The former anti-terrorist officer did not answer the question, claiming instead that anyone wronged by the police could sue for damages.

It was another invited speaker, Sydney University legal academic Ben Saul, whose remarks pointed to the essential political purpose of the public forum and the Clarke inquiry as a whole. Known as a civil libertarian, he postulated three possible paradigms for viewing the experiences of the Haneef case.

One was that the collapse of the prosecution highlighted "growing pains" in the ways that the security authorities applied the counter-terrorism laws introduced since 2002. A second was that the case showed the need to "recalibrate" the laws to achieve a better "balance" in favour of civil liberties. The third was a more "radical" view, presented in the British House of Lords by Lord Hoffman, which denied that the laws were necessary at all, because terrorism did not truly threaten the fabric of the nation.

After saying that his own view fell somewhere between these approaches, Saul outlined a number of proposals to modify aspects of the laws, mainly curtailing some detention powers and offences relating to terrorist organisations. He also suggested that the Rudd government should follow the British Labour government in appointing an "independent reviewer" of the anti-terror laws.

In effect, Saul's contribution centred on giving the Rudd government advice, via the inquiry, on how to head off public unease over the laws, while retaining their central features by making some adjustments and creating the appearance of ongoing "independent" review. It must be noted that the existence of a British "reviewer" has not stopped the Brown government from pushing ahead with plans to extend detention without charge to 42 days.

Head challenged Saul's assertion that there were only three ways to assess anti-terror laws. Rather, Head explained, the entire "war on terror" was bogus, largely manufactured by governments to pursue their economic and strategic interests in the Middle East and Central Asia, and to justify repressive measures domestically. Head pointed out that the Nazis and Carl Schmitt had also claimed that their exceptional dictatorial powers were necessary to combat terrorism after the 1933 Reichstag fire, which Hitler falsely blamed on the Communist Party.

In response, Saul said he agreed "completely" that there were underlying causes to terrorism, including "American oil policy in the Middle East". Nevertheless, he contended that it was still necessary to criminalise terrorist violence that threatened Australians, although "we shouldn't do, as part of that process, what we did to Dr Haneef".

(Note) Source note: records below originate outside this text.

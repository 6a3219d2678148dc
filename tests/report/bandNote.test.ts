import { describe, expect, it } from "vitest";
import { measured, notDetermined } from "../../lib/core";
import { bandNote } from "../../lib/report";
import type { LineIndex } from "../../lib/thresholds";

// Invented lines; the words are ours.
const prov = (inputs: Record<string, number> = {}) => ({ method: "m", label: "l", sourceIds: [], inputs });
function line(value: number, band: { low: number; high: number } | null, inputs: Record<string, number> = {}): LineIndex {
  return {
    slope: measured(value, "1", prov(inputs)),
    intercept: measured(1, "L/min", prov(inputs)),
    r2: measured(0.9, "1", prov(inputs)),
    n: 100,
    band,
  };
}

describe("band note", () => {
  it("writes the band at the value's precision, with the corrected slope when the band is centred on one", () => {
    expect(bandNote(line(39.8, { low: 39.24, high: 46.52 }, { dilutionCorrected: 42.88 }), 1)).toBe(
      "band 39.2–46.5; corrected for breath noise 42.9",
    );
    expect(bandNote(line(7.6, { low: 7.24, high: 7.97 }), 1)).toBe("band 7.2–8.0");
  });

  it("says so when the band is narrower than the last digit, and nothing without a band or a value", () => {
    expect(bandNote(line(28.01, { low: 28.0, high: 28.02 }), 1)).toBe("band narrower than the last digit shown");
    expect(bandNote(line(28, null), 1)).toBe("");
    expect(bandNote(undefined, 1)).toBe("");
    const nd: LineIndex = { ...line(1, { low: 0, high: 2 }), slope: notDetermined("1", prov(), "too few points") };
    expect(bandNote(nd, 1)).toBe("");
  });
});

This answer dovetailed with the thrust of the day's proceedings-to sidestep or stifle any discussion about the real character of the war on terror, prevent any serious examination of the actual abuses carried out by the Howard government and the security agencies, and find ways to maintain the anti-terror measures and make them more effective in the face of deep public distrust.

When the Labor government established the Clarke inquiry, Prime Minister Kevin Rudd and Attorney-General Robert McClelland gave it a very explicit brief. The task was to resuscitate public confidence in the laws and the police and intelligence services. The one-day forum reflected this instruction and foreshadowed the likely content of the inquiry's recommendations, which will be to hone the terrorism laws and procedures for future use.